— Да — Отчего же вы прибавили к своей подписи свое звание военного министра?
— Я хотел дать понять Собранию, что как министр я готов поддержать то, чего требую как гражданин.
— Сударь! Так мог поступить лишь плохой гражданин и плохой министр!
— Сударь! — отвечал Серван. — Позвольте мне самому судить о том, что хорошо и что плохо, это дело моей совести; если бы я выбирал судью в столь щекотливом вопросе, я позаботился бы о том, чтобы его не звали Дюмурье.
Дюмурье побледнел и сделал шаг по направлению к Сервану, Тот схватился за эфес шпаги, Дюмурье — тоже.
В это мгновение в зале появился король.
Он еще ничего не знал о предложении Сервана.
Присутствовавшие замерли.
На следующий день в Собрании обсуждался декрет о сосредоточении в Париже двадцати тысяч федератов.
Короля потрясла эта новость.
Он вызвал Дюмурье.
— Вы — мой верный слуга, сударь, — сказал он ему, — и я знаю, как вы защищали монархию, выступая против этого ничтожества Сервана.
— Я благодарю ваше величество, — отозвался Дюмурье.
Помолчав, он продолжал:
— Известно ли королю, что декрет принят?
— Нет, — отвечал король, — однако это не имеет значения: я решил на этот случай использовать свое право вето.
Дюмурье покачал головой.
— Вы со мной не согласны, сударь? — удивился король.
— Государь! — отвечал Дюмурье. — Вы не можете противостоять этой силе, вы подвергаетесь нападкам и вызываете подозрение у подавляющего большинства населения, против вас направлены злобные выпады якобинцев, тонкая политика республиканцев; в нынешних условиях подобное решение с вашей стороны будет равносильно объявлению войны.
— Война так война! Я и так достаточно долго воюю со своими друзьями, пора объявить войну и врагам!
— Государь! В первом случае у вас десять шансов на победу, во втором — десять шансов, чтобы проиграть!
— Разве вы не знаете, зачем они хотят собрать в Париже двадцать тысяч человек?
— Если ваше величество соблаговолит послушать меня хотя бы десять минут, я надеюсь, что смогу доказать не только то, что знаю, чего они хотят, но и предскажу, что произойдет.
— Говорите, сударь, — разрешил король, — я вас слушаю.
Людовик XVI облокотился на ручку кресла, подпер рукой щеку и обратился в слух.
— Государь! Требующие принятия этого декрета является не только врагами короля, но и врагами отечества.
— Вот видите! — перебил его король. — Вы и сами готовы это признать!
— Я скажу даже более того: приведение этого декрета в исполнение может повлечь за собой огромные несчастья.
— Так что же?
— Позвольте, государь.
— Да, да, продолжайте!
— Военный министр виноват в том, что потребовал сосредоточить в окрестностях Парижа двадцать тысяч человек, в то время как наша армия ослаблена, наши границы оголены, наша казна пуста.
— Ну еще бы! Разумеется, он в этом виноват!
— Он не только виноват, государь: он еще поступает неосмотрительно, а ведь это гораздо хуже! Неосмотрительно выступать перед Собранием с предложением о сосредоточении двадцатитысячной неорганизованной толпы, разжигая ее патриотизм, которым может воспользоваться первый же честолюбец!
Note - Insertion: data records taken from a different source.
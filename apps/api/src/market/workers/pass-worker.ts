/** Runs in each worker thread: one desk with its cache, for as long as the thread lives. */
import { PassDesk } from '../compute/pass-desk.js';
import type { EngineJob, OutcomeOf } from './job-types.js';

const desk = new PassDesk();

/** The text of found passes lies in shared memory, so only where it lies crosses to the asker. */
export default function carryOut<J extends EngineJob>(job: J): OutcomeOf<J> {
  return desk.carryOut(job);
}
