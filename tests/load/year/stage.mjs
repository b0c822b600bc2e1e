/** What the play stands on: a clock that is moved, a database in memory, no jobs and nobody outside. */
import { AdjustableClock, readConfig } from '@skyberth/api';
import { WEBHOOK_SECRET } from './provider.mjs';

export const START_MS = Date.UTC(2026, 0, 1);

/** A clock that stands still between the steps of the play. */
export class SteppedClock extends AdjustableClock {
  #nowMs = START_MS;
  nowMs() {
    return this.#nowMs;
  }
  set(timeMs) {
    this.#nowMs = timeMs;
  }
  advance(byMs) {
    this.#nowMs += byMs;
  }
}

/** Statements are compiled once: over a year of bookings, compiling them anew was a third of the time. */
export function keepStatements(client) {
  const known = new Map();
  const prepare = client.prepare.bind(client);
  client.prepare = (sql) => {
    const statement = known.get(sql) ?? prepare(sql);
    known.set(sql, statement);
    // The way rows come out belongs to the use, not to the statement.
    return statement.reader ? statement.raw(false) : statement;
  };
}

export const configOf = () => ({
  ...readConfig({
    PORT: '0',
    SKYBERTH_TOKEN_SECRET: 'a secret for the simulated year, 32 characters',
    PAYMENTS_URL: 'http://127.0.0.1:9',
    STRIPE_SECRET_KEY: 'sk_test_simulated',
    STRIPE_WEBHOOK_SECRET: WEBHOOK_SECRET,
    SMTP_URL: 'smtp://127.0.0.1:9',
    JOBS: 'off',
    PASS_WORKERS: '0',
  }),
  databaseFile: ':memory:',
});
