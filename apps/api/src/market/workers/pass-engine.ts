/** Where passes are computed: in this thread, or in worker threads that keep the event loop free. */
import type { EngineJob, OutcomeOf } from './job-types.js';

export interface PassEngine {
  /**
   * Carries a job out. `lane` names what the work is about (an antenna): the same name always reaches the same cache,
   * different names may run at the same time. What is wrong with elements is an outcome. Throws `unavailable` where too
   * many jobs are waiting already.
   */
  run<J extends EngineJob>(job: J, lane: string): Promise<OutcomeOf<J>>;
  /** How many jobs can run at the same time. */
  readonly lanes: number;
  /** Which of the lanes a name belongs to, from 0. */
  laneOf(name: string): number;
  close(): Promise<void>;
}
export const PASS_ENGINE = Symbol('PassEngine');

/** A small hash (FNV-1a, 32 bits) that spreads names over lanes, the same in every process. */
export function laneOf(name: string, lanes: number): number {
  let hash = 0x811c9dc5;
  for (let i = 0; i < name.length; i += 1) {
    hash ^= name.charCodeAt(i);
    hash = Math.imul(hash, 0x01000193) >>> 0;
  }
  return lanes <= 1 ? 0 : hash % lanes;
}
— О, устами Сервана говорит Жиронда!
— Да, государь, — подтвердил Дюмурье, — однако воспользуется этим отнюдь не Жиронда.
— Этим могут воспользоваться фельяны, не правда ли?
— Ни те, ни другие: это будут якобинцы! Их влияние распространяется на все королевство, и среди этих двадцати тысяч человек окажется по меньшей мере половина их сторонников. Таким образом, можете мне поверить, государь, что авторы декрета будут опрокинуты самим декретом.
— Если бы я мог в это поверить, эта мысль меня отчасти утешила бы! — воскликнул король.